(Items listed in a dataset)
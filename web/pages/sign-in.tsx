import { ArrowRight } from 'lucide-react';
import { redirect, useNavigate, useSearchParams } from 'react-router-dom';
import { findSession, safeNext } from '../features/session/guard.ts';
import { SignInForm } from '../features/session/components/sign-in-form.tsx';
import { paths } from '../paths.ts';
import { BareLayout } from '../ui/bare-layout.tsx';
import { UtcClock } from '../ui/frame/utc-clock.tsx';
import { Message } from '../ui/message.tsx';

export { BareError as ErrorBoundary } from './bare-error.tsx';

export const loader = async ({ request }: { request: Request }) => {
  const next = safeNext(new URL(request.url).searchParams.get('next'));
  return (await findSession()) ? redirect(next) : null;
};

export function Component() {
  const navigate = useNavigate();
  const [search] = useSearchParams();
  const wished = search.get('next');
  return (
    <BareLayout title="Sign in" aside={<UtcClock />}>
      <div className="w-105 max-rail:w-full">
        <SignInForm
          onSignedIn={(session) =>
            void navigate(session.acceptanceRequired ? paths.accept(wished ?? undefined) : safeNext(wished), {
              replace: true,
            })
          }
        />
        {wished && (
          <Message tone="info" icon={ArrowRight} className="mt-3.5">
            Sign in to go on to <b className="break-all">{safeNext(wished)}</b>.
          </Message>
        )}
        <p className="mt-3.5 text-center text-13 text-ink-2">No account? Your organisation’s admin invites people.</p>
      </div>
    </BareLayout>
  );
}
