import { useQuery } from '@tanstack/react-query';
import { Download } from 'lucide-react';
import type { SourceClass, Validation } from '#contract/validation.ts';
import { failureOf } from '../api/failure.ts';
import { DataLimits } from '../features/validation/components/data-limits.tsx';
import { ErrorHeadline } from '../features/validation/components/error-headline.tsx';
import { ErrorTable } from '../features/validation/components/error-table.tsx';
import { GroupTable } from '../features/validation/components/group-table.tsx';
import { GustScatter } from '../features/validation/components/gust-scatter.tsx';
import { ReadingsTable } from '../features/validation/components/readings-table.tsx';
import { StationTable } from '../features/validation/components/station-table.tsx';
import { VALIDATION_NOTE, validationCsv } from '../features/validation/validation-file.ts';
import { validationQuery } from '../features/validation/validation-queries.ts';
import { SOURCE_WORDS } from '../features/validation/validation-words.ts';
import { Button } from '../ui/button.tsx';
import { Card } from '../ui/card.tsx';
import { saveText } from '../ui/charts/chart-frame.tsx';
import { Page } from '../ui/page.tsx';
import { ProblemNotice } from '../ui/problem.tsx';
import { Skeleton } from '../ui/skeleton.tsx';

export { RouteError as ErrorBoundary } from './route-error.tsx';

const save = (validation: Validation) =>
  saveText('validation-stations.csv', validationCsv(validation), 'text/csv;charset=utf-8');

export function Component() {
  const { data, isPending, error, refetch } = useQuery(validationQuery());
  return (
    <Page
      title="Validation"
      crumbs={[{ label: 'Validation' }]}
      note={VALIDATION_NOTE}
      sub={<span>Gusts of past storms against observed ones, by this engine with nothing fitted to them</span>}
      actions={
        data && (
          <Button icon={Download} onClick={() => save(data)} data-print="hide">
            Download stations
          </Button>
        )
      }
    >
      {isPending ? (
        <Waiting />
      ) : data ? (
        <Comparison validation={data} />
      ) : (
        <ProblemNotice title="The comparison wasn’t read" {...failureOf(error)} onRetry={() => refetch()} />
      )}
    </Page>
  );
}

function Comparison({ validation }: { validation: Validation }) {
  return (
    <div className="flex flex-col gap-4">
      <ErrorHeadline validation={validation} />
      <div className="grid grid-cols-[minmax(0,1fr)_minmax(0,1fr)] items-start gap-4 max-wide:grid-cols-1">
        <Card>
          <GustScatter validation={validation} />
        </Card>
        <DataLimits validation={validation} />
      </div>
      <ErrorTable validation={validation} />
      <div className="grid grid-cols-[minmax(0,1fr)_minmax(0,1fr)] items-start gap-4 max-wide:grid-cols-1">
        <GroupTable validation={validation} title="By storm" group="storm" nameHeader="Storm" name={(name) => name} />
        <div className="flex min-w-0 flex-col gap-4">
          <GroupTable
            validation={validation}
            title="By source"
            group="source-class"
            nameHeader="Source"
            name={(key) => SOURCE_WORDS[key as SourceClass]}
          />
          <ReadingsTable validation={validation} />
        </div>
      </div>
      <StationTable validation={validation} />
    </div>
  );
}

function Waiting() {
  return (
    <div role="status" aria-label="Reading the comparison" className="flex flex-col gap-4">
      {[2, 6, 8].map((lines) => (
        <Card key={lines}>
          {Array.from({ length: lines }, (_, line) => (
            <Skeleton key={line} width={line % 2 ? '55%' : '80%'} className="my-3" />
          ))}
        </Card>
      ))}
    </div>
  );
}
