import { SMTPServer } from 'smtp-server';
import { keepLetter, readLetter } from './letters.ts';

/** Local stand-in for a mail provider: takes every letter, sends none, keeps them for /dev/mail. */
const folder = process.env.MAIL_SINK_FOLDER;
const port = Number(process.env.MAIL_SINK_PORT);
if (!folder || !Number.isInteger(port)) throw new Error('The mail sink needs MAIL_SINK_FOLDER and MAIL_SINK_PORT');

const server = new SMTPServer({
  disabledCommands: ['AUTH', 'STARTTLS'],
  logger: false,
  onData(stream, { envelope }, done) {
    const pieces: Buffer[] = [];
    stream.on('data', (piece: Buffer) => pieces.push(piece));
    stream.on('end', () => {
      const from = envelope.mailFrom ? envelope.mailFrom.address : '';
      const to = envelope.rcptTo.map(({ address }) => address);
      keepLetter(folder, readLetter(Buffer.concat(pieces).toString('utf8'), new Date(), from, to)).then(
        () => done(),
        (error: unknown) => done(error instanceof Error ? error : new Error(String(error))),
      );
    });
  },
});
server.on('error', (error) => {
  console.error(`The mail sink can’t run: ${error.message}`);
  process.exit(1);
});
server.listen(port, '127.0.0.1');

const stop = () => server.close(() => process.exit(0));
process.on('SIGTERM', stop);
process.on('SIGINT', stop);
// The parent is gone, however it went.
process.on('disconnect', () => process.exit(0));
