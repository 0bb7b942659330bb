import { useInfiniteQuery } from '@tanstack/react-query';
import { Plus } from 'lucide-react';
import { UNDERWRITERS } from '#contract/roles.ts';
import { failureOf } from '../api/failure.ts';
import { RunsTable } from '../features/runs/components/runs-table.tsx';
import { runsQuery } from '../features/runs/run-queries.ts';
import { holdsOneOf, useSession } from '../features/session/session-queries.ts';
import { paths } from '../paths.ts';
import { Button, ButtonLink } from '../ui/button.tsx';
import { Card } from '../ui/card.tsx';
import { Page } from '../ui/page.tsx';
import { ProblemNotice } from '../ui/problem.tsx';

export { RouteError as ErrorBoundary } from './route-error.tsx';

export function Component() {
  const runs = useInfiniteQuery(runsQuery());
  const session = useSession();
  const canRun = holdsOneOf(session, UNDERWRITERS);
  const items = runs.data?.pages.flatMap((page) => page.items) ?? [];
  const isEmpty = runs.isSuccess && items.length === 0;
  return (
    <Page
      title="Runs"
      crumbs={[{ label: 'Runs' }]}
      sub={
        items.length > 0 ? (
          <span>Newest first. One bar’s width always reads as the same relative spread.</span>
        ) : undefined
      }
      actions={
        canRun &&
        !isEmpty && (
          <ButtonLink variant="filled" icon={Plus} to={paths.newRun()}>
            New run
          </ButtonLink>
        )
      }
    >
      {runs.isError && items.length === 0 ? (
        <ProblemNotice title="The runs weren’t read" {...failureOf(runs.error)} onRetry={() => runs.refetch()} />
      ) : isEmpty ? (
        <Card>
          <div className="mx-auto flex max-w-120 flex-col items-center gap-3 py-12 text-center">
            <h2 className="text-20">No run yet</h2>
            <p className="text-ink-2">
              {canRun
                ? 'A run scores a sealed edition against one or several tracks. Its price is known before the button.'
                : 'Runs started by your colleagues will be listed here.'}
            </p>
            {canRun && (
              <ButtonLink variant="filled" icon={Plus} to={paths.newRun()}>
                New run
              </ButtonLink>
            )}
          </div>
        </Card>
      ) : (
        <>
          <RunsTable
            runs={items}
            loading={runs.isPending}
            linked={!session.roles.every((role) => role === 'admin')}
            failedMore={runs.isFetchNextPageError ? () => void runs.fetchNextPage() : undefined}
          />
          {runs.hasNextPage && (
            <Button
              className="mt-3 self-center"
              pending={runs.isFetchingNextPage}
              onClick={() => void runs.fetchNextPage()}
            >
              Show more
            </Button>
          )}
        </>
      )}
    </Page>
  );
}
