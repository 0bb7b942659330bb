import { useCallback, useEffect, useId, useMemo, useState } from 'react';
import { useInfiniteQuery, useQuery } from '@tanstack/react-query';
import { Copy, FlaskConical, Save, Send } from 'lucide-react';
import { useSearchParams } from 'react-router-dom';
import { UNDERWRITERS } from '#contract/roles.ts';
import { failureOf } from '../api/failure.ts';
import { BreakdownMeasures, BreakdownWind } from '../features/rings/components/breakdown-charts.tsx';
import { ExportCard } from '../features/rings/components/export-card.tsx';
import { FactsStrip } from '../features/rings/components/facts-strip.tsx';
import { GrowthBars } from '../features/rings/components/growth-bars.tsx';
import { GustEstimate } from '../features/rings/components/gust-estimate.tsx';
import { LockPanel } from '../features/rings/components/lock-panel.tsx';
import { RingControls } from '../features/rings/components/ring-controls.tsx';
import { RingProfile } from '../features/rings/components/ring-profile.tsx';
import { SaveToScenario, SendToDraft } from '../features/rings/components/save-dialogs.tsx';
import { StabilityPicture } from '../features/rings/components/stability-picture.tsx';
import { VorticityCard } from '../features/rings/components/vorticity-card.tsx';
import { orderOf } from '../features/rings/film.ts';
import { RING_NOTE } from '../features/rings/film-files.ts';
import { calibrationsQuery, ringQuery, stabilityMapQuery } from '../features/rings/ring-queries.ts';
import { readStudy, writeStudy, type RingStudy } from '../features/rings/ring-study.ts';
import { useFilm } from '../features/rings/use-film.ts';
import { scenariosQuery } from '../features/scenarios/scenario-queries.ts';
import { requireOneOf } from '../features/session/guard.ts';
import { holdsOneOf, useSession } from '../features/session/session-queries.ts';
import { useDelayed } from '../lib/use-delayed.ts';
import { useSettled } from '../lib/use-settled.ts';
import { Button } from '../ui/button.tsx';
import { Chip } from '../ui/chip.tsx';
import { Page } from '../ui/page.tsx';
import { ProblemNotice } from '../ui/problem.tsx';
import { Skeleton } from '../ui/skeleton.tsx';
import { useToast } from '../ui/toast.tsx';

export { RouteError as ErrorBoundary } from './route-error.tsx';

export const loader = async () => {
  await requireOneOf(UNDERWRITERS, 'Underwriters and modelers can open the ring bench.');
  return null;
};

const SETTLE_MS = 250;
type Dialog = 'scenario' | 'draft' | null;

export function Component() {
  const session = useSession();
  const isModeler = holdsOneOf(session, ['modeler']);
  const [search, setSearch] = useSearchParams();
  const [study, setStudy] = useState<RingStudy>(() => readStudy(search));
  const change = useCallback((part: Partial<RingStudy>) => setStudy((before) => ({ ...before, ...part })), []);
  const settled = useSettled(study, SETTLE_MS);
  const [dialog, setDialog] = useState<Dialog>(null);
  const [index, setIndex] = useState(0);
  const canvasId = useId();
  const toast = useToast();

  useEffect(() => {
    setSearch(
      (before) => {
        const after = new URLSearchParams(before);
        writeStudy(settled, after);
        return after;
      },
      { replace: true, preventScrollReset: true },
    );
  }, [settled, setSearch]);

  const orderText = JSON.stringify(orderOf(settled));
  const order = useMemo(() => JSON.parse(orderText) as ReturnType<typeof orderOf>, [orderText]);
  const film = useFilm(order);
  const shown = Math.min(index, Math.max(0, film.frames.length - 1));
  const ring = useQuery(ringQuery(settled));
  const map = useQuery(stabilityMapQuery());
  const calibrations = useQuery(calibrationsQuery());
  const scenarios = useInfiniteQuery({ ...scenariosQuery(), enabled: dialog === 'scenario' });
  const waits = useDelayed(ring.isPending);
  const signed = calibrations.data?.items.filter(({ state }) => state === 'signed');
  const base = signed?.[0] ?? calibrations.data?.items[0];
  const isOld = ring.isPlaceholderData || settled !== study;

  const copy = async () => {
    const after = new URLSearchParams(search);
    writeStudy(study, after);
    const address = `${location.origin}${location.pathname}?${after.toString()}`;
    try {
      await navigator.clipboard.writeText(address);
      toast({ text: 'The study’s address is copied.' });
    } catch {
      toast({ text: 'The browser didn’t allow copying. The address bar holds the study.' });
    }
  };

  return (
    <Page
      title="Ring bench"
      crumbs={[{ label: 'Ring bench' }]}
      note={RING_NOTE}
      sub={
        <>
          <Chip tone="idle" icon={FlaskConical}>
            Study, kept in the address
          </Chip>
          <span>Nothing here changes a scenario or a calibration until you save it there</span>
        </>
      }
      actions={
        <>
          <Button icon={Copy} onClick={() => void copy()}>
            Copy study
          </Button>
          <Button icon={Save} onClick={() => setDialog('scenario')}>
            Save to scenario…
          </Button>
          <Button
            variant="filled"
            icon={Send}
            disabledReason={
              !isModeler
                ? 'modelers draft calibrations'
                : base || calibrations.isPending
                  ? undefined
                  : 'no calibration yet'
            }
            onClick={() => base && setDialog('draft')}
          >
            Send to {base?.code ?? 'calibration'} draft
          </Button>
        </>
      }
    >
      <div className="flex flex-col gap-3.5">
        {ring.isError && (
          <ProblemNotice title="The ring wasn’t worked out" {...failureOf(ring.error)} onRetry={() => ring.refetch()} />
        )}
        {ring.data ? <FactsStrip ring={ring.data} isOld={isOld} /> : waits && <Skeleton width="100%" />}
        <div className="grid grid-cols-[16.375rem_minmax(0,1fr)_26.25rem] items-start gap-3.5 max-xl:grid-cols-[16.375rem_minmax(0,1fr)] max-md:grid-cols-1">
          <div className="max-md:order-2">
            <RingControls study={study} onChange={change} />
          </div>
          <div className="flex min-w-0 flex-col gap-3.5 max-md:contents">
            <div className="min-w-0 max-md:order-1">
              <VorticityCard
                study={study}
                onChange={change}
                frames={film.frames}
                phase={film.phase}
                fault={film.fault}
                onStart={film.start}
                onCancel={film.cancel}
                index={shown}
                onIndex={setIndex}
                canvasId={canvasId}
              />
            </div>
            <div className="min-w-0 max-md:order-3">
              <BreakdownWind frames={film.frames} index={shown} hours={settled.hours} />
            </div>
          </div>
          <div className="flex min-w-0 flex-col gap-3.5 max-xl:col-span-full max-md:order-4">
            {ring.data && <GrowthBars ring={ring.data} />}
            {map.data && <StabilityPicture map={map.data} width={study.width} eye={study.eye} onPick={change} />}
            {map.isError && (
              <ProblemNotice
                title="The stability map wasn’t read"
                {...failureOf(map.error)}
                onRetry={() => map.refetch()}
              />
            )}
          </div>
        </div>
        <BreakdownMeasures frames={film.frames} index={shown} hours={settled.hours} />
        {ring.data && (
          <div className="grid grid-cols-3 items-start gap-3.5 max-xl:grid-cols-2 max-md:grid-cols-1">
            <LockPanel ring={ring.data} />
            <RingProfile ring={ring.data} radiusKm={settled.radiusKm} />
            <GustEstimate ring={ring.data} study={settled} />
          </div>
        )}
        <ExportCard order={order} frames={film.frames} index={shown} canvasId={canvasId} />
      </div>
      {dialog === 'scenario' && !scenarios.isPending && (
        <SaveToScenario
          ring={study}
          scenarios={(scenarios.data?.pages ?? []).flatMap(({ items }) => items)}
          onClose={() => setDialog(null)}
        />
      )}
      {dialog === 'draft' && base && <SendToDraft ring={study} base={base} onClose={() => setDialog(null)} />}
    </Page>
  );
}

Your instructions
From the line containing "<SaveToScenario" down to the final line of the data, write out every line exactly; both the first and last of these belong in your answer, and nothing else does.

Output below
        <SaveToScenario
          ring={study}
          scenarios={(scenarios.data?.pages ?? []).flatMap(({ items }) => items)}
          onClose={() => setDialog(null)}
        />
      )}
      {dialog === 'draft' && base && <SendToDraft ring={study} base={base} onClose={() => setDialog(null)} />}
    </Page>
  );
}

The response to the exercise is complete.